Hi,
Why dont the hardware breakpoints work in the API address in my loader/tool with Windows 98 but their work with Window Xp ?

Byz

hi x86,

your nick is rather cool, i wonder nobody took it yet
your post is a bit uncool pls read your own signature and follow it. i am sure you then will get answers.

regards, 0xf001
PS: pls any moderator overrule me and delete both posts

In other words, this is like going to the mechanic and saying your car is making a funny noise, it doesn't tell him/her too much.

Is this a Softice question or are you setting your own hardware bp's? If the latter you should be versed in how the debug registers and flags are handled in Intel486 and later IA-32 processors, see the Intel docs for how that might affect your handling of them.

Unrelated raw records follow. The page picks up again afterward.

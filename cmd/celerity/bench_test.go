package main

import (
	"bytes"
	"encoding/csv"
	"encoding/json"
	"math"
	"os"
	"os/exec"
	"path/filepath"
	"sort"
	"strings"
	"testing"
)

// scriptSuite has four small cases whose true speeds are 1540 m/s minus 15
// and minus 10 (two seeds each), behind a screen, and no built-in
// estimators: the test scripts in testdata/estimators are scored alone.
const scriptSuite = `format: celerity.suite/1
name: scripts
base:
  probe: {center_frequency_mhz: 5, fractional_bandwidth: 0.7, count: 16, pitch_mm: 0.3}
  depth_mm: 10
  transmit:
    plane_waves: {count: 1}
  medium: {speed_mps: 1540}
  screen: {rms_ns: 10, correlation_length_mm: 1.5}
  phantom:
    speckle: {region_mm: [-2, 2, 3, 9], density: 2}
grid:
  medium.speed_mps: [1525, 1530]
seeds: [1, 2]
estimators: []
`

// estimatorsDir is testdata/estimators from this package.
var estimatorsDir = filepath.Join("..", "..", "testdata", "estimators")

func needSh(t *testing.T) {
	t.Helper()
	if _, err := exec.LookPath("sh"); err != nil {
		t.Skip("no POSIX shell for the test estimators")
	}
}

func writeSuite(t *testing.T, dir, text string) string {
	t.Helper()
	p := filepath.Join(dir, "suite.yaml")
	if err := os.WriteFile(p, []byte(text), 0o644); err != nil {
		t.Fatal(err)
	}
	return p
}

func est(name, file string) []string {
	return []string{"--estimator", name + "=sh " + filepath.Join(estimatorsDir, file)}
}

type benchScore struct {
	Estimator   string   `json:"estimator"`
	Group       string   `json:"group"`
	Kind        string   `json:"kind"`
	Cases       int      `json:"cases"`
	Failed      int      `json:"failed"`
	FailureRate float64  `json:"failure_rate"`
	Bias        *float64 `json:"bias_mps"`
	RMS         *float64 `json:"rms_error_mps"`
	P95         *float64 `json:"p95_abs_error_mps"`
	Coverage    *float64 `json:"coverage"`
	ProfileFrac *float64 `json:"profile_error_frac"`
	ProfileCorr *float64 `json:"profile_corr"`
}

type benchSum struct {
	Cases   int          `json:"cases"`
	Scored  int          `json:"cases_scored"`
	Scores  []benchScore `json:"scores"`
	Caution string       `json:"caution"`
}

func score(t *testing.T, s benchSum, name, group string) benchScore {
	t.Helper()
	for _, sc := range s.Scores {
		if sc.Estimator == name && sc.Group == group {
			return sc
		}
	}
	t.Fatalf("no score for %s over %s", name, group)
	return benchScore{}
}
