//! One combination of parts: which valve, regulator, set pressure, tank and hole
//! size per group; its number in the catalogue, and the design it makes.
//!
//! Combinations are numbered in mixed radix with the valve as the most
//! significant digit and the last hole group as the least, so "catalogue order"
//! (the final tie-break everywhere) is the order a builder reads the parts file.

use super::catalogue::Catalogue;
use crate::model::{Design, MassComponent, NozzleSpec, Regulator, Shape, Valve, ValveFlow};
use serde::Serialize;

/// The choice for each slot, as indices into the catalogue's lists.
#[derive(Debug, Clone, PartialEq, Eq, Hash, PartialOrd, Ord, Serialize)]
pub struct Choice {
    /// Index into `valves`.
    pub valve: usize,
    /// Index into `regulators`.
    pub regulator: usize,
    /// Index into `set_pressures_gauge_pa`.
    pub set_pressure: usize,
    /// Index into `tanks`.
    pub tank: usize,
    /// Index into each hole group's `diameters_m`.
    pub holes: Vec<usize>,
}

impl Choice {
    /// The digits in the order of [`Catalogue::radices`].
    pub fn digits(&self) -> Vec<usize> {
        let mut d = vec![self.valve, self.regulator, self.set_pressure, self.tank];
        d.extend(&self.holes);
        d
    }

    /// Build from digits in the order of [`Catalogue::radices`].
    pub fn from_digits(d: &[usize]) -> Choice {
        Choice {
            valve: d[0],
            regulator: d[1],
            set_pressure: d[2],
            tank: d[3],
            holes: d[4..].to_vec(),
        }
    }

    /// The combination's number in catalogue order.
    pub fn index(&self, cat: &Catalogue) -> u64 {
        self.digits()
            .iter()
            .zip(cat.radices())
            .fold(0u64, |acc, (&d, r)| acc * r as u64 + d as u64)
    }

    /// The combination with number `index` (taken modulo the catalogue size).
    pub fn from_index(cat: &Catalogue, mut index: u64) -> Choice {
        let radices = cat.radices();
        let mut d = vec![0; radices.len()];
        for (k, &r) in radices.iter().enumerate().rev() {
            d[k] = (index % r as u64) as usize;
            index /= r as u64;
        }
        Choice::from_digits(&d)
    }

    /// The parts by name, in words: "valve A, regulator B at 150 psig, tank C, holes …".
    pub fn describe(&self, cat: &Catalogue) -> String {
        let mut s = format!(
            "{} · {} at {} · {}",
            cat.valves[self.valve].name,
            cat.regulators[self.regulator].name,
            psig(cat.set_pressures_gauge_pa[self.set_pressure]),
            cat.tanks[self.tank].name
        );
        for (g, &k) in cat.holes.iter().zip(&self.holes) {
            s.push_str(&format!(" · {} {:.2} mm", g.name, g.diameters_m[k] * 1e3));
        }
        s
    }
}

/// A gauge pressure in Pa as "150 psig" (whole psi).
pub fn psig(gauge_pa: f64) -> String {
    format!("{:.0} psig", gauge_pa / 6_894.757_293_168 + 0.0)
}

/// Name of the mass component the valves add.
pub const VALVES_COMPONENT: &str = "trade: valves";
/// Name of the mass component the regulator adds.
pub const REGULATOR_COMPONENT: &str = "trade: regulator";

/// The design with the chosen parts: the feed's valve, regulator (and first
/// stage of a chain), tank and the hole groups' sizes replaced; the valves (as
/// one point mass at the valve block) and the regulator (a point mass at its
/// station) added to the mass components; the tank at the placement's station.
pub fn apply(base: &Design, cat: &Catalogue, choice: &Choice) -> Design {
    let mut d = base.clone();
    let v = &cat.valves[choice.valve];
    let r = &cat.regulators[choice.regulator];
    let t = &cat.tanks[choice.tank];
    d.feed.valve = Valve {
        flow: ValveFlow::Cv { cv: v.cv, xt: v.xt },
        opening_delay_s: v.opening_delay_s,
        closing_delay_s: v.closing_delay_s,
        coil_current_a: v.coil_current_a,
    };
    d.feed.regulator = Regulator {
        set_pressure_gauge_pa: cat.set_pressures_gauge_pa[choice.set_pressure],
        dropout_margin_pa: r.dropout_margin_pa,
        supply: r.supply,
    };
    d.feed.first_stage = r.first_stage.as_ref().map(|f| Regulator {
        set_pressure_gauge_pa: f.set_pressure_gauge_pa,
        dropout_margin_pa: f.dropout_margin_pa,
        supply: f.supply,
    });
    d.feed.tank.volume_m3 = t.volume_m3;
    d.feed.tank.empty_mass_kg = t.empty_mass_kg;
    d.feed.tank.length_m = t.length_m;
    d.feed.tank.diameter_m = t.diameter_m;
    d.feed.tank.fore_station_m = cat.placement.tank_station_m;
    let point = |station_m: f64| Shape::Point {
        station_m,
        radial_m: 0.0,
        clock_rad: 0.0,
    };
    d.components.push(MassComponent {
        name: VALVES_COMPONENT.to_string(),
        mass_kg: v.mass_kg * base.ports.len() as f64,
        shape: point(cat.placement.valve_block_station_m),
    });
    d.components.push(MassComponent {
        name: REGULATOR_COMPONENT.to_string(),
        mass_kg: r.mass_kg,
        shape: point(cat.placement.regulator_station_m),
    });
    for (g, &k) in cat.holes.iter().zip(&choice.holes) {
        for &p in &g.ports {
            set_hole(&mut d.ports[p].nozzle, g.diameters_m[k]);
        }
    }
    d
}

/// Set a plain hole's diameter, or a converging–diverging nozzle's throat with
/// its exit scaled to keep the area ratio.
pub fn set_hole(n: &mut NozzleSpec, diameter_m: f64) {
    match n {
        NozzleSpec::Hole { diameter_m: d, .. } => *d = diameter_m,
        NozzleSpec::ConvergingDiverging {
            throat_diameter_m,
            exit_diameter_m,
            ..
        } => {
            let ratio = *exit_diameter_m / *throat_diameter_m;
            *throat_diameter_m = diameter_m;
            *exit_diameter_m = diameter_m * ratio;
        }
    }
}

/// Price of a combination: one valve per port, the regulator, the tank.
pub fn price(cat: &Catalogue, choice: &Choice, ports: usize) -> f64 {
    cat.valves[choice.valve].price * ports as f64
        + cat.regulators[choice.regulator].price
        + cat.tanks[choice.tank].price
}

/// Mass of the parts: one valve per port, the regulator, the empty tank, kg.
pub fn parts_mass_kg(cat: &Catalogue, choice: &Choice, ports: usize) -> f64 {
    cat.valves[choice.valve].mass_kg * ports as f64
        + cat.regulators[choice.regulator].mass_kg
        + cat.tanks[choice.tank].empty_mass_kg
}
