//! Restrictions in series: supply → valve → nozzle → ambient, and several such
//! ports fed from one regulator of finite capacity.
//!
//! One port: the pressure in the small volume between valve and nozzle is the
//! unknown. Valve flow falls and nozzle flow rises as that pressure rises, so
//! the flows cross exactly once between ambient and supply pressure; a
//! bracketing root search finds the crossing without needing derivatives.
//!
//! Several ports: the manifold pressure is the unknown. The supply can deliver
//! less as the manifold pressure rises (a restriction after the regulator, or a
//! regulator whose outlet droops with flow) while the ports take more, so the
//! same bracketing applies, with a port solve inside each step.
//!
//! The gas is taken as isenthalpic through valve, regulator and line: the
//! stagnation temperature stays that of the supply (exact for an ideal gas;
//! a real gas would cool slightly by the Joule–Thomson effect, which is
//! ignored here). Gas between restrictions is taken as nearly at rest, so its
//! static pressure is the stagnation pressure of the next restriction.
//! Densities come from a [`DensityAt`] the caller supplies, so a real-gas
//! equation of state can be plugged in.

use super::isentropic::FlowTolerances;
use super::isentropic::{check_gas, find_root_fallible, non_negative, positive, FlowError};
use super::nozzle::{Nozzle, NozzlePerformance};
use super::valve::{CvValve, Valve, ValveFlow};
use super::IdealGas;

/// Gas density at a pressure and temperature: the seam where an equation of
/// state plugs into the flow models.
pub trait DensityAt {
    /// Density in kg/m³ at absolute pressure `pressure_pa` and temperature `temperature_k`.
    fn density_kg_m3(&self, pressure_pa: f64, temperature_k: f64) -> Result<f64, FlowError>;
}

impl<F> DensityAt for F
where
    F: Fn(f64, f64) -> Result<f64, FlowError>,
{
    fn density_kg_m3(&self, pressure_pa: f64, temperature_k: f64) -> Result<f64, FlowError> {
        self(pressure_pa, temperature_k)
    }
}

/// Ideal-gas density ρ = p/(Z·R·T) with a constant compressibility factor Z.
#[derive(Debug, Clone, Copy, PartialEq)]
pub struct IdealDensity {
    r_specific_j_kg_k: f64,
    z: f64,
}

impl IdealDensity {
    /// Plain ideal gas (Z = 1).
    pub fn new(gas: &IdealGas) -> Result<IdealDensity, FlowError> {
        IdealDensity::with_compressibility(gas, 1.0)
    }

    /// Ideal gas corrected by a constant compressibility factor `z` > 0.
    pub fn with_compressibility(gas: &IdealGas, z: f64) -> Result<IdealDensity, FlowError> {
        check_gas(gas)?;
        Ok(IdealDensity {
            r_specific_j_kg_k: gas.r_specific_j_kg_k,
            z: positive("compressibility factor", z)?,
        })
    }
}

impl DensityAt for IdealDensity {
    fn density_kg_m3(&self, pressure_pa: f64, temperature_k: f64) -> Result<f64, FlowError> {
        if !(temperature_k.is_finite() && temperature_k > 0.0) {
            return Err(FlowError::Density {
                pressure_pa,
                temperature_k,
                reason: "temperature must be finite and > 0".into(),
            });
        }
        Ok(pressure_pa / (self.z * self.r_specific_j_kg_k * temperature_k))
    }
}

fn density(d: &dyn DensityAt, p: f64, t: f64) -> Result<f64, FlowError> {
    let rho = d.density_kg_m3(p, t)?;
    if rho.is_finite() && rho >= 0.0 {
        Ok(rho)
    } else {
        Err(FlowError::Density {
            pressure_pa: p,
            temperature_k: t,
            reason: format!("density model returned {rho}"),
        })
    }
}

/// One port: a valve feeding a nozzle.
#[derive(Debug, Clone, Copy, PartialEq)]
pub struct PortChain {
    /// The valve between supply (or manifold) and nozzle.
    pub valve: Valve,
    /// The nozzle discharging to ambient.
    pub nozzle: Nozzle,
}

/// The solved operating point of one port.
#[derive(Debug, Clone, Copy, PartialEq)]
pub struct ChainSolution {
    /// Pressure between valve and nozzle (the nozzle's stagnation pressure), Pa.
    pub intermediate_pressure_pa: f64,
    /// Mass flow through valve and nozzle, kg/s.
    pub mass_flow_kg_s: f64,
    /// Thrust, N.
    pub thrust_n: f64,
    /// Specific impulse, s (zero when nothing flows).
    pub specific_impulse_s: f64,
    /// Valve operating point (choked or not).
    pub valve: ValveFlow,
    /// Nozzle operating point, including its regime.
    pub nozzle: NozzlePerformance,
}

/// Inputs shared by every solve: gas, densities, ambient pressure, tolerances.
#[derive(Clone, Copy)]
pub struct FlowContext<'a> {
    /// Gas constants (γ is used by the flow relations).
    pub gas: IdealGas,
    /// Where densities come from.
    pub density: &'a dyn DensityAt,
    /// Ambient (back) pressure at the nozzle exits, Pa absolute.
    pub ambient_pa: f64,
    /// Tolerances of the root searches.
    pub tolerances: FlowTolerances,
}
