//! A faster evaluation of a combination for large studies: the same models as
//! `analysis::analyze`, with the work that does not change the ranked figures
//! left out or shared.
//!
//! - The gas budget depends only on the tank, the set pressure and the
//!   regulator; it is computed once per such triple and shared (its per-port
//!   firing times, which the study does not use, are those of the first
//!   combination that needed it).
//! - Ports with the same nozzle see the same valve and supply, so each distinct
//!   nozzle is solved once per flight state (`supply.solve` on one port, as the
//!   analysis does for each port); the droop table and the all-open solve are
//!   not made.
//! - Axis limits come from the closed-form ray limits of the torque zonotope
//!   (`analysis::score::ray_limit`, the optimiser's) instead of its facet list.
//! - The manoeuvre list is priced by `analysis::manoeuvre::plan` itself.
//!
//! A combination the closed form cannot take (torques spanning fewer than
//! three axes, a gas budget that fails) is handed to the full analysis. The
//! tests check this path against the full analysis on both demo layouts.

use super::catalogue::Catalogue;
use super::combine::{self, Choice};
use super::evaluate::{self, Evaluated, Figures, Outcome};
use super::rules::{self, Breach, Rule};
use crate::analysis::feed::{self, GasBudget, PortReport};
use crate::analysis::{self, authority, EnvelopeSummary, StateReport};
use crate::gas::chain::FlowContext;
use crate::gas::FlowTolerances;
use crate::model::{Design, NozzleSpec};
use nalgebra::Vector3;
use std::sync::OnceLock;

/// Evaluates combinations of one catalogue on one design, sharing gas budgets.
pub struct FastEvaluator<'a> {
    base: &'a Design,
    cat: &'a Catalogue,
    budgets: Vec<OnceLock<Option<GasBudget>>>,
    ambients: Vec<Option<f64>>,
}

impl<'a> FastEvaluator<'a> {
    /// Prepare for `cat` on `base`.
    pub fn new(base: &'a Design, cat: &'a Catalogue) -> Self {
        let n = cat.tanks.len() * cat.set_pressures_gauge_pa.len() * cat.regulators.len();
        FastEvaluator {
            base,
            cat,
            budgets: (0..n).map(|_| OnceLock::new()).collect(),
            ambients: base
                .states
                .iter()
                .map(|s| {
                    crate::atmosphere::at_geometric_altitude(s.altitude_m)
                        .ok()
                        .map(|a| a.pressure_pa)
                })
                .collect(),
        }
    }

    fn budget(&self, choice: &Choice, design: &Design) -> Option<&GasBudget> {
        let k = (choice.tank * self.cat.set_pressures_gauge_pa.len() + choice.set_pressure)
            * self.cat.regulators.len()
            + choice.regulator;
        self.budgets[k]
            .get_or_init(|| feed::gas_budget(design).ok())
            .as_ref()
    }

    /// Evaluate one combination (without a hold-time source).
    pub fn evaluate(&self, choice: &Choice) -> Evaluated {
        let design = combine::apply(self.base, self.cat, choice);
        let outcome = match self.outcome(&design, choice) {
            Some(o) => o,
            // Anything the short cut cannot take goes through the full analysis.
            None => match evaluate::evaluate_design(&design, self.cat, choice, None) {
                Ok((_, m)) => Outcome::Accepted(m),
                Err(breaches) => Outcome::Rejected { breaches },
            },
        };
        Evaluated {
            index: choice.index(self.cat),
            choice: choice.clone(),
            parts: choice.describe(self.cat),
            outcome,
        }
    }

    fn outcome(&self, design: &Design, choice: &Choice) -> Option<Outcome> {
        let pressures = match evaluate::pressures(design) {
            Ok(p) => p,
            Err(e) => {
                return Some(Outcome::Rejected {
                    breaches: vec![Breach {
                        rule: Rule::Analysis,
                        detail: e,
                    }],
                })
            }
        };
        let breaches = rules::check(design, self.cat, choice, &pressures);
        if !breaches.is_empty() {
            return Some(Outcome::Rejected { breaches });
        }
        let budget = self.budget(choice, design)?;
        let mut states = Vec::with_capacity(design.states.len());
        for (state, ambient) in design.states.iter().zip(&self.ambients) {
            states.push(state_report(design, state, (*ambient)?, budget)?);
        }
        let plan = analysis::manoeuvre::plan(design, budget, &states).ok()?;
        let n = design.ports.len();
        Some(Outcome::Accepted(evaluate::figures(
            design,
            &states,
            plan.as_ref(),
            budget.inventory_kg,
            Figures {
                parts_mass_kg: combine::parts_mass_kg(self.cat, choice, n),
                price: combine::price(self.cat, choice, n),
                peak_coil_current_a: self.cat.valves[choice.valve].coil_current_a * n as f64,
                tank_pressure_pa: pressures.tank_pa,
            },
            None,
        )))
    }
}

/// One flight state with what the ranking and the manoeuvre plan read; the
/// envelope summary and droop table are left empty.
fn state_report(
    design: &Design,
    state: &crate::model::FlightState,
    ambient_pa: f64,
    budget: &GasBudget,
) -> Option<StateReport> {
    let gas = design.feed.gas;
    let density = crate::analysis::feed::real_density(gas);
    let ctx = FlowContext {
        gas: crate::analysis::feed::flow_gas(design, ambient_pa),
        density: &density,
        ambient_pa,
        tolerances: FlowTolerances::default(),
    };
    let chains = feed::port_chains(design).ok()?;
    let supply = feed::shared_supply(design, ambient_pa).ok()?;
    let mut solved: Vec<(NozzleSpec, crate::gas::chain::ChainSolution, f64)> = Vec::new();
    let mut ports = Vec::with_capacity(chains.len());
    let mut regulated = supply.set_pressure_pa();
    for (p, chain) in design.ports.iter().zip(&chains) {
        let (s, manifold) = match solved.iter().find(|(n, _, _)| *n == p.nozzle) {
            Some((_, s, m)) => (*s, *m),
            None => {
                let m = supply.solve(std::slice::from_ref(chain), &ctx).ok()?;
                let s = *m.ports.first()?;
                solved.push((p.nozzle, s, m.manifold_pressure_pa));
                (s, m.manifold_pressure_pa)
            }
        };
        regulated = regulated.min(manifold);
        ports.push(PortReport {
            name: p.name.clone(),
            thrust_n: s.thrust_n,
            mass_flow_kg_s: s.mass_flow_kg_s,
            specific_impulse_s: s.specific_impulse_s,
            nozzle_inlet_pressure_pa: s.intermediate_pressure_pa,
            valve_choked: s.valve.choked,
            exit_mach: s.nozzle.exit_mach,
            exit_pressure_pa: s.nozzle.exit_pressure_pa,
            nozzle_regime: String::new(),
            strongly_overexpanded: false,
            force_n: [0.0; 3],
            axial_force_n: 0.0,
            side_force_n: [0.0; 2],
            torque_n_m: [0.0; 3],
        });
    }
    let gas_in_tank = budget.residual_kg + state.gas_remaining * budget.usable_isothermal_kg;
    let mass = crate::mass::vehicle::state_summary(design, state, gas_in_tank);
    let thrusts: Vec<f64> = ports.iter().map(|p| p.thrust_n).collect();
    let wrenches = analysis::port_wrenches(design, mass.cg(), &thrusts);
    let columns: Vec<Vector3<f64>> = wrenches.iter().map(|w| w.1).collect();
    for (p, (f, t)) in ports.iter_mut().zip(&wrenches) {
        p.force_n = [f.x, f.y, f.z];
        p.axial_force_n = f.x;
        p.side_force_n = [f.y, f.z];
        p.torque_n_m = [t.x, t.y, t.z];
    }
    let ray = |d: Vector3<f64>| analysis::score::ray_limit(&columns, &d);
    let mut positive = Vector3::zeros();
    let mut negative = Vector3::zeros();
    let inertia = mass.inertia_tensor();
    let mut accel = [0.0; 3];
    for k in 0..3 {
        let mut e = Vector3::zeros();
        e[k] = 1.0;
        positive[k] = ray(e);
        negative[k] = ray(-e);
        let need = inertia.column(k).into_owned();
        accel[k] = ray(need).min(ray(-need));
        // Zero means the torques may not span three axes (or the origin is on
        // the boundary): the full analysis handles those cases.
        if positive[k] <= 0.0 || negative[k] <= 0.0 || accel[k] <= 0.0 {
            return None;
        }
    }
    let required = analysis::required_torques(design, &mass, state.motor);
    let authority = authority::axis_authority(positive, negative, accel, &required);
    Some(StateReport {
        name: state.name.clone(),
        altitude_m: state.altitude_m,
        ambient_pressure_pa: ambient_pa,
        motor: state.motor,
        regulated_pressure_pa: regulated,
        gas_in_tank_kg: gas_in_tank,
        mass,
        ports,
        required,
        envelope: EnvelopeSummary {
            facets: 0,
            vertices: 0,
            volume_n3_m3: 0.0,
            guaranteed_torque_n_m: 0.0,
            guaranteed_accel_rad_s2: 0.0,
            rank: 3,
            full_control: true,
            controllability: Vec::new(),
        },
        authority,
        roll_to_pitch_ratio: authority[0].angular_accel_rad_s2 / authority[1].angular_accel_rad_s2,
        droop: Vec::new(),
        droop_port: String::new(),
        ports_within_5_percent: 0,
    })
}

Ollydbg only supports hardware bp's under Windows ME, NT or 2000 (straight from the manual mom), so there must be some general reason for it. There must be an implementation difference with a 32-bit debugger running in a 32/16 bit OS (Win98).

You must explain in more detail what you mean by 'hardware breakpoints (don't) work in the API address in my loader/tool'.

"in the API address in my loader/tool"

The answer is: why you Software breakpoints do not work on windows API too? (yes, they DONT work...).
The question is not trivial, and deals with system memory management.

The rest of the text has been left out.